# Art Jams



## TigerBeacon (Apr 14, 2013)

Has anyone made these and if not, is there anyone interested in forming one?

I'm sure, seeing that everyone is from different art communities, that art jam might mean slightly different to you. The one I'm talking about is basically a livestreaming chat, were people are broadcasting their arts in progress and commenting/giving each other advice or just generally talking while they work. Sometimes its under a certain premise to challenge people, and sometimes its just someplace to chat while working and getting feedback. I did this once before with people in Tinychat (which can broadcast to at least six people at once if I remember) and they were a lot of fun as well as extremely motivating to work. 

What do you think?


----------



## Taralack (Apr 15, 2013)

I would join this sort of thing but I literally do not even have time to do any sort of personal artwork.


----------



## FireFeathers (Apr 15, 2013)

That sounds like a lot of fun, actually. I was going to say there would be techinical issues with multiple people streaming at once, but I'll give a look into tinychat.  I used to host study/ class sessions before where everyone would paint the same still life and we'd compare and critique afterwards.


----------



## TigerBeacon (Apr 15, 2013)

FireFeathers said:


> That sounds like a lot of fun, actually.

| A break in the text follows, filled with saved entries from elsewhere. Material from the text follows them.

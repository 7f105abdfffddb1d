import { ArrayMaxSize, ArrayMinSize, IsArray, IsIn, IsNumber, IsOptional, Max, Min } from 'class-validator';
import { RENEWAL_MODELS, type RenewalModel } from '../../chronology/recurrence';

const FINITE = { allowNaN: false, allowInfinity: false };

export class RenewalProbabilityInput {
  @IsIn(RENEWAL_MODELS)
  model: RenewalModel;

  @IsNumber(FINITE)
  @Min(1e-6, { message: 'meanRecurrenceYears must be a positive number of years' })
  @Max(1e7)
  meanRecurrenceYears: number;

  /** Ignored for POISSON; checked against the model in the service. */
  @IsNumber(FINITE)
  aperiodicity: number;

  @IsNumber(FINITE)
  @Min(0, { message: 'elapsedYears must be zero or more years' })
  @Max(1e7)
  elapsedYears: number;

  @IsNumber(FINITE)
  @Min(0, { message: 'windowYears must be zero or more years' })
  @Max(1e7)
  windowYears: number;
}

export class FitRenewalInput {
  @IsIn(RENEWAL_MODELS)
  model: RenewalModel;

  @IsArray()
  @ArrayMinSize(2, { message: 'at least 2 closed intervals are needed to fit a renewal model' })
  @ArrayMaxSize(10_000)
  @IsNumber(FINITE, { each: true })
  @Min(1e-6, { each: true, message: 'every interval must be a positive number of years' })
  intervalsYears: number[];

  @IsOptional()
  @IsNumber(FINITE)
  @Min(0, { message: 'openIntervalYears must be zero or more years' })
  openIntervalYears?: number | null;
}
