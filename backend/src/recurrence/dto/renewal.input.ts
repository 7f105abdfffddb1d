import { ArrayMaxSize, ArrayMinSize, IsArray, IsIn, IsInt, IsNumber, IsOptional, Max, Min } from 'class-validator';
import { RENEWAL_MODELS, type RenewalModel } from '../../chronology/recurrence';

const FINITE = { allowNaN: false, allowInfinity: false };

export class RenewalProbabilityInput {
  @IsIn(RENEWAL_MODELS)
  model: RenewalModel;

  @IsNumber(FINITE)
  @Min(1e-6, { message: 'meanRecurrenceYears must be a positive number of years' })
  @Max(1e7)
  meanRecurrenceYears: number;

  /** Ignored for POISSON; checked against the model in the service. */
  @IsNumber(FINITE)
  aperiodicity: number;

  @IsNumber(FINITE)
  @Min(0, { message: 'elapsedYears must be zero or more years' })
  @Max(1e7)
  elapsedYears: number;

  @IsNumber(FINITE)
  @Min(0, { message: 'windowYears must be zero or more years' })
  @Max(1e7)
  windowYears: number;
}

export class FitRenewalInput {
  @IsIn(RENEWAL_MODELS)
  model: RenewalModel;

  @IsArray()
  @ArrayMinSize(2, { message: 'at least 2 closed intervals are needed to fit a renewal model' })
  @ArrayMaxSize(10_000)
  @IsNumber(FINITE, { each: true })
  @Min(1e-6, { each: true, message: 'every interval must be a positive number of years' })
  intervalsYears: number[];

  @IsOptional()
  @IsNumber(FINITE)
  @Min(0, { message: 'openIntervalYears must be zero or more years' })
  openIntervalYears?: number | null;
}

/** Most intervals, windows and the longest span a stateless forecast takes: its cost stays bounded. */
export const FORECAST_LIMITS = { intervals: 1_000, windows: 10, years: 1e6 } as const;

export class RenewalForecastInput {
  @IsIn(RENEWAL_MODELS)
  model: RenewalModel;

  @IsArray()
  @ArrayMinSize(2, { message: 'at least 2 closed intervals are needed for a forecast with parameter uncertainty' })
  @ArrayMaxSize(FORECAST_LIMITS.intervals, { message: `at most ${FORECAST_LIMITS.intervals} intervals` })
  @IsNumber(FINITE, { each: true })
  @Min(1e-3, { each: true, message: 'every interval must be a positive number of years' })
  @Max(FORECAST_LIMITS.years, { each: true, message: `every interval must be at most ${FORECAST_LIMITS.years} years` })
  intervalsYears: number[];

  @IsNumber(FINITE)
  @Min(0, { message: 'openIntervalYears must be zero or more years' })
  @Max(FORECAST_LIMITS.years, { message: `openIntervalYears must be at most ${FORECAST_LIMITS.years} years` })
  openIntervalYears: number;

  @IsArray()
  @ArrayMinSize(1, { message: 'give at least one forecast window' })
  @ArrayMaxSize(FORECAST_LIMITS.windows, { message: `at most ${FORECAST_LIMITS.windows} windows` })
  @IsNumber(FINITE, { each: true })
  @Min(1e-3, { each: true, message: 'every window must be a positive number of years' })
  @Max(FORECAST_LIMITS.years, { each: true, message: `every window must be at most ${FORECAST_LIMITS.years} years` })
  windowsYears: number[];

  @IsOptional()
  @IsInt()
  seed?: number | null;
}
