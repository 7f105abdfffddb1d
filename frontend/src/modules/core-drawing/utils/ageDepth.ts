/**
 * Pure pieces of the age-depth chart of a core: which depth a point is drawn at (true or
 * event-free), the chart's windows, and the dated levels with their calibrated ranges.
 */
import type { CoreScale } from './coreDepth';

/** Which depth the chart's vertical axis shows. */
export type DepthAxis = 'TRUE' | 'EVENT_FREE';

export const DEPTH_AXIS_LABELS: Record<DepthAxis, string> = {
  TRUE: 'true depth (m)',
  EVENT_FREE: 'event-free depth (m)',
};

/** A point of the run's age-depth curve, as the API gives it. */
export type AgeDepthPoint = {
  depthM: number;
  eventFreeDepthM: number;
  medianCalBp: number;
  low95CalBp: number;
  high95CalBp: number;
};

/** A curve point on the chosen axis, top down. */
export type CurvePoint = { depth: number; median: number; young: number; old: number };

/**
 * The curve on the chosen axis, top down. On event-free depth every point of a bed falls on the
 * bed's one depth: of such a run of equal depths only the first and the last are kept, so the
 * curve passes a bed at once, and a gap in time at its base (mud the bed eroded) shows as a step
 * across at that depth.
 */
export function curveOnAxis(points: readonly AgeDepthPoint[], axis: DepthAxis): CurvePoint[] {
  const sorted = [...points].sort((a, b) => a.depthM - b.depthM);
  const result: CurvePoint[] = [];
  let runStart = -1;
  for (const point of sorted) {
    const depth = axis === 'TRUE' ? point.depthM : point.eventFreeDepthM;
    const next = { depth, median: point.medianCalBp, young: Math.min(point.low95CalBp, point.high95CalBp), old: Math.max(point.low95CalBp, point.high95CalBp) };
    const previous = result[result.length - 1];
    if (previous && Math.abs(previous.depth - depth) < 1e-9) {
      // Same depth as the run so far: the new point replaces the run's last unless that is its first.
      if (result.length - 1 > runStart) result[result.length - 1] = next;
      else result.push(next);
      continue;
    }
    runStart = result.length;
    result.push(next);
  }
  return result;
}

/** A dated level drawn on the chart: its depth and the calibrated 95.4 % ranges of its sample. */
export type DatedLevel = {
  id: string;
  label: string;
  depthM: number;
  excluded: boolean;
  medianCalBp: number | null;
  ranges: readonly { olderCalBp: number; youngerCalBp: number }[];
};

/** A level placed on the chosen axis. */
export type PlacedLevel = DatedLevel & { depth: number };

/** The levels on the chosen axis, those with a depth inside the core only. */
export function levelsOnAxis(levels: readonly DatedLevel[], scale: CoreScale, axis: DepthAxis): PlacedLevel[] {
  return levels
    .filter((level) => Number.isFinite(level.depthM) && level.depthM >= scale.topDepthM && level.depthM <= scale.baseDepthM)
    .map((level) => ({ ...level, depth: axis === 'TRUE' ? level.depthM : scale.eventFreeDepth(level.depthM) }));
}

/**
 * The age window of the chart, [younger, older] cal BP: the curve's whole 95 % band and every
 * level's ranges, padded by 5 % of the span on each side (at least 20 years), and never younger
 * than the recent end a sediment can have (-75 cal BP, AD 2025).
 */
export function ageWindow(curve: readonly CurvePoint[], levels: readonly PlacedLevel[]): [number, number] {
  const ages = [
    ...curve.flatMap((point) => [point.young, point.old]),
    ...levels.flatMap((level) => level.ranges.flatMap((range) => [range.olderCalBp, range.youngerCalBp])),
  ].filter((age) => Number.isFinite(age));
  if (ages.length === 0) return [0, 1000];
  const young = Math.min(...ages);
  const old = Math.max(...ages);
  const pad = Math.max(20, (old - young) * 0.05);
  return [Math.max(-75, young - pad), old + pad];
}

/** The depth window on the chosen axis: the whole core, from its top. */
export function depthWindow(scale: CoreScale, axis: DepthAxis): [number, number] {
  return axis === 'TRUE' ? [scale.topDepthM, scale.baseDepthM] : [0, Math.max(scale.eventFreeLengthM, 1e-6)];
}

/** A bed as the chart marks it: a band on true depth, a line (its top) on event-free depth. */
export type BedMark = { id: string; name: string; top: number; base: number };

export function bedsOnAxis(scale: CoreScale, axis: DepthAxis): BedMark[] {
  return scale.segments
    .filter((segment) => segment.isBed)
    .map((segment) => ({
      id: segment.unit.id,
      name: segment.unit.name,
      top: axis === 'TRUE' ? segment.topDepthM : segment.eventFreeTopM,
      base: axis === 'TRUE' ? segment.baseDepthM : segment.eventFreeBaseM,
    }));
}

I was going to say there would be techinical issues with multiple people streaming at once, but I'll give a look into tinychat.  I used to host study/ class sessions before where everyone would paint the same still life and we'd compare and critique afterwards.



Yes, that's around something I mean, just a little more casual. :3

I've actually wanted to find something that is similar but isn't as intensive as TinyChat- it uses a lot of features that hog a lot of resources. There are really simple video streaming sites that have a very simple chatbox added to them that can work just as easily, but there could be better alternatives, like Tokbox. Will have to go try them out, though.


----------



## Taralack (Apr 15, 2013)

Google Hangouts? 

Would have suggested Skype or join.me but you need a subscription to stream multiple people's desktops.


----------



## Arshes Nei (Apr 15, 2013)

One of the drawbacks is that when you stream at the same time, it's not uncommon for the artists to get distracted by others drawing at the same time. I mean if it's someone you don't know you might be interested in the technique and it can stall you because you want to see what the other person is doing.

Drawing Jams are usually fun, like OPen Canvas and Paint Chats you'd group together and draw, but you are limited to the software. 

When you stream people can use their own programs. 

For me, I will get into "the zone" and often have to shut out people when I'm in certain stages of drawing, not very social.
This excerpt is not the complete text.